Both candidates are white, as are the vast majority of the police
force and city council members in Ferguson, even though the town's
population of some 21,000 is two-thirds black.
Stream, a state representative for the mostly white suburb of
Kirkwood, promises to hire a diverse staff to run St Louis County, a
ring of suburbs including Ferguson that is home to 1 million people.
A quarter of the county is black.
"My administration and the boards and commissions that I have
control over will be 25 percent African-American," he said to
applause at a black church near Ferguson on Sunday. He told
worshippers he was inspired by watching Martin Luther King's "I have
a dream," speech on television as a boy in 1963 and said he prayed
for Brown's family.
Stream, 65, has been helped by a bitter primary fight between
Democrats which his current opponent Stenger, 42, won by beating
black incumbent Charlie Dooley, 66.
Stenger's team said the Democrats still enjoy solid black support.

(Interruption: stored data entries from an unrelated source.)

/**
 * The library's entry points refuse the wrong kind of argument with a SurveyError in one sentence
 * saying what they take and how to get it, never a TypeError from inside the computation (failed
 * before: predict('samples/halpha-narrowband.yaml') and predict({}) threw "TypeError: Cannot
 * destructure property 'h0' of 'c' as it is undefined"). The functions are called through the
 * library's own surface, src/index.ts. A population named wrongly through the library names the
 * library's option, options.population; the command line keeps --population.
 */
import { describe, expect, test } from 'vitest';
import * as lib from '../../src/index.js';
import { SurveyError } from '../../src/errors.js';
import { runCli } from '../cli/helpers.js';

const SAMPLE = 'samples/halpha-narrowband.yaml';
const survey = lib.loadSurveyFile(SAMPLE);
const asWritten = { format: 1, area: 2, cosmology: { preset: 'planck2018' }, detection: {}, population: {} };

/** The SurveyError a call throws, synchronously or as a rejected promise; anything else fails. */
async function refusal(call: () => unknown): Promise<SurveyError> {
  try {
    await call();
  } catch (e) {
    expect(e, String(e)).toBeInstanceOf(SurveyError);
    return e as SurveyError;
  }
  throw new Error('expected a SurveyError, and the call succeeded');
}

/** One sentence: it ends with its only full stop followed by nothing (but in quoted names and e.g.). */
function oneSentence(message: string): void {
  expect(message).toMatch(/^[^\n]+\.$/);
  expect(
    message
      .replace(/"[^"]*"/g, '""')
      .replace(/\be\.g\./g, '')
      .slice(0, -1),
  ).not.toMatch(/\.\s/);
  expect(message).not.toMatch(/TypeError|undefined \(reading|Cannot (read|destructure)/);
}

/** Every exported function that takes a survey, called with `x` in the survey's place. */
const TAKES_A_SURVEY: Record<string, (x: unknown) => unknown> = {
  predict: (x) => lib.predict(x as lib.Survey),
  forecast: (x) => lib.forecast(x as lib.Survey),
  plan: (x) => lib.plan(x as lib.Survey),
  buildReport: (x) => lib.buildReport(x as lib.Survey),
  describeSurvey: (x) => lib.describeSurvey(x as lib.Survey),
  drawFigures: (x) => lib.drawFigures(x as lib.Survey, lib.predict(survey)),
  exploreControls: (x) => lib.exploreControls({}, x as lib.Survey),
  populationByName: (x) => lib.populationByName(x as lib.Survey),
  choosePopulation: (x) => lib.choosePopulation(x as lib.Survey),
  surveyForPopulation: (x) => lib.surveyForPopulation(x as lib.Survey, survey.populations[0]!),
};

describe('a non-survey where a survey is taken', () => {
  test.each(Object.keys(TAKES_A_SURVEY))(
    '%s: a path, {}, the file as written, undefined, null, a number',
    async (name) => {
      const call = TAKES_A_SURVEY[name]!;
      const path = await refusal(() => call(SAMPLE));
      expect(path.code).toBe('wrong_type');
      expect(path.message).toBe(
        `${name} takes a survey from loadSurveyFile(path), loadSurveyText(text, file) or parseSurveyObject(object, file), not a string; load the file first: ${name}(loadSurveyFile("${SAMPLE}")).`,
      );
      oneSentence(path.message);
      const empty = await refusal(() => call({}));
      expect(empty.message).toContain(`${name} takes a survey from loadSurveyFile(path)`);
      expect(empty.message).toContain('not an object without cosmology;');
      oneSentence(empty.message);
      const written = await refusal(() => call(asWritten));
      expect(written.message).toContain(
        "not a survey file's contents as written; check them with parseSurveyObject first",
      );
      oneSentence(written.message);
      for (const x of [undefined, null, 42, [survey]]) {
        const e = await refusal(() => call(x));
        expect(e.code).toBe('wrong_type');
        expect(e.message).toContain(`${name} takes a survey`);
        oneSentence(e.message);
      }
      // a loaded survey whose field was replaced by something else is named by that field
      const broken = await refusal(() => call({ ...survey, detection: 'line_flux' }));
      expect(broken.message).toContain("not an object whose detection is not a loaded survey's (a string)");
    },
  );

  test('compare takes a list of surveys: a single survey, a path, and a list holding a path are refused, the last naming its index', async () => {
    const one = await refusal(() => lib.compare(survey as unknown as lib.Survey[]));
    expect(one.message).toContain('compare takes a list of surveys');
    expect(one.message).toContain('not one survey; give them as an array');
    oneSentence(one.message);
    oneSentence((await refusal(() => lib.compare(SAMPLE as unknown as lib.Survey[]))).message);
    const second = await refusal(() => lib.compare([survey, SAMPLE as unknown as lib.Survey]));
    expect(second.keyPath).toBe('surveys[1]');
    expect(second.message).toMatch(
      /^surveys\[1\]: compare takes a list of surveys .*but this one is a string; load the file first: compare\(\[\.\.\., loadSurveyFile\("samples\/halpha-narrowband\.yaml"\)\]\)\.$/,
    );
    oneSentence(second.message);
  });

  test('the loaders and explorePage refuse what is not a path or a text, and say which function takes it', async () => {
    const file = await refusal(() => lib.loadSurveyFile({} as unknown as string));
    expect(file.message).toBe(
      'loadSurveyFile takes the path of a survey file, not an object; for the contents of a survey file as an object, use parseSurveyObject(object, "my-survey.yaml").',
    );
    const loaded = await refusal(() => lib.explorePage(survey as unknown as string));
    expect(loaded.message).toContain(
      'explorePage takes the path of a survey file, not an object; this is already a loaded survey',
    );
    const none = await refusal(() => lib.explorePage(undefined as unknown as string));
    expect(none.message).toBe(
      'explorePage takes the path of a survey file, not undefined; e.g. explorePage("samples/halpha-narrowband.yaml").',
    );
    const text = await refusal(() => lib.loadSurveyText(undefined as unknown as string, 'x.yaml'));
    expect(text.message).toContain('loadSurveyText takes the text of a survey file, not undefined');
    const name = await refusal(() => lib.loadSurveyText('format: 1', undefined as unknown as string));
    expect(name.message).toContain('loadSurveyText takes the name of the file as its second argument');
    const objName = await refusal(() => lib.parseSurveyObject(asWritten, undefined as unknown as string));
    expect(objName.message).toContain('parseSurveyObject takes the name of the file as its second argument');
    for (const e of [file, loaded, none, text, name, objName]) {
      expect(e.code).toBe('wrong_type');
      oneSentence(e.message);
    }
  });

  test('exploreCompute takes {text}: a path, undefined and {text: 5} are refused', async () => {
    const cases: [unknown, string][] = [
      [SAMPLE, 'not a string'],
      [undefined, 'not undefined'],
      [{ text: 5 }, 'not an object whose text is a number'],
    ];
    for (const [source, not] of cases) {
      const e = await refusal(() => lib.exploreCompute(source as { text: string }, 'x.yaml', '.'));
      expect(e.code).toBe('wrong_type');
      expect(e.message).toContain(`exploreCompute takes the survey file's text as {text: string}, ${not}; e.g. `);
      oneSentence(e.message);
    }
    const noName = await refusal(() => lib.exploreCompute({ text: 'format: 1' }, undefined as unknown as string, '.'));
    expect(noName.message).toContain('exploreCompute takes the name of the file as its second argument');
  });

  test('options that are not an object are refused (failed before: null a TypeError, a string or number ignored)', async () => {
    const plan = lib.loadSurveyFile('samples/plan-halpha-layers.yaml');
    const calls: Record<string, (o: unknown) => unknown> = {
      predict: (o) => lib.predict(survey, o as lib.PredictOptions),
      forecast: (o) => lib.forecast(survey, o as lib.ForecastOptions),
      plan: (o) => lib.plan(plan, o as lib.PlanOptions),
      compare: (o) => lib.compare([survey, survey], o as lib.CompareOptions),
      buildReport: (o) => lib.buildReport(survey, o as lib.BuildReportOptions),
    };
    for (const [name, call] of Object.entries(calls))
      for (const [o, kind] of [
        [null, 'null'],
        ['json', 'a string'],
        [5, 'a number'],
        [[], 'an array'],
      ] as const) {
        const e = await refusal(() => call(o));
        expect(e.code).toBe('wrong_type');
        expect(e.keyPath).toBe('options');
        expect(e.message).toMatch(
          new RegExp(`^options: ${name} takes its options as an object, not ${kind}; e\\.g\\. ${name}\\(`),
        );
        oneSentence(e.message);
      }
  });

  test('a loaded survey still works (the checks refuse nothing the loaders make)', () => {
    expect(lib.predict(survey).totals.count).toBeGreaterThan(0);
    expect(lib.describeSurvey(survey).area_deg2).toBe(survey.areaDeg2);
    expect(lib.populationByName(survey).name).toBe(survey.populations[0]!.name);
  });
});

describe('an unknown population: the library names options.population, the command line --population', () => {
  const multi = lib.loadSurveyFile('samples/narrowband-interlopers.yaml');

  test('forecast, plan and compare through the library (failed before: "--population", an option the library does not have)', async () => {
    for (const call of [
      () => lib.forecast(multi, { population: 'nope' }),
      () => lib.plan(lib.loadSurveyFile('samples/plan-halpha-layers.yaml'), { population: 'nope' }),
      () => lib.compare([survey, multi], { population: 'nope' }),
      () => lib.populationByName(multi, 'nope'),
      () => lib.choosePopulation(multi, 'nope'),
    ]) {
      const e = await refusal(call);
      expect(e.code).toBe('bad_option');
      expect(e.keyPath).toBe('options.population');
      expect(e.message).toMatch(
        /: options\.population: there is no population named "nope"; use one of "[^"]+"(, "[^"]+")*\.$/,
      );
      expect(e.message).not.toContain('--population');
    }
  });

  test('a double Schechter population: the library says to choose another with options.population', async () => {
    const double = lib.loadSurveyFile('samples/double-schechter-mass.yaml');
    const e = await refusal(() => lib.forecast(double));
    expect(e.code).toBe('kind_mismatch');
    expect(e.message).toContain('choose a single-Schechter population with options.population, or describe');
    expect(e.message).not.toContain('--population');
  });

  test.each([
    ['forecast', 'samples/narrowband-interlopers.yaml'],
    ['plan', 'samples/plan-halpha-layers.yaml'],
    ['compare', 'samples/halpha-narrowband.yaml samples/narrowband-interlopers.yaml'],
  ])('%s --population nope: the command line names --population', async (command, files) => {
    const r = await runCli([command, ...files.split(' '), '--population', 'nope']);
    expect(r.code).toBe(2);
    expect(r.stdout).toBe('');
    // in the form of every option refusal, the command first, then the file the name is not in
    expect(r.stderr).toMatch(
      new RegExp(
        `^skytally: ${command} --population: [^\\n]+\\.yaml: there is no population named "nope"; use one of "[^\\n]+"\\.\\n$`,
      ),
    );
    expect(r.stderr).not.toContain('options.population');
  });

  test('forecast of a double Schechter population on the command line names --population', async () => {
    const r = await runCli(['forecast', 'samples/double-schechter-mass.yaml']);
    expect(r.code).toBe(2);
    expect(r.stderr).toContain('choose a single-Schechter population with --population, or describe');
  });
});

The leaders backing the Republican "are a splinter group of
disgruntled Charlie Dooley supporters who do not represent the
majority of the African-American community,” Stenger spokesman Ed
Rhode told Reuters.
The dozen or so black leaders endorsing Stream have complained that
Stenger is an ally of prosecutor McCulloch. The prosecutor, they
contend, has been too soft on police in the investigation into
Brown’s shooting, which set off riots.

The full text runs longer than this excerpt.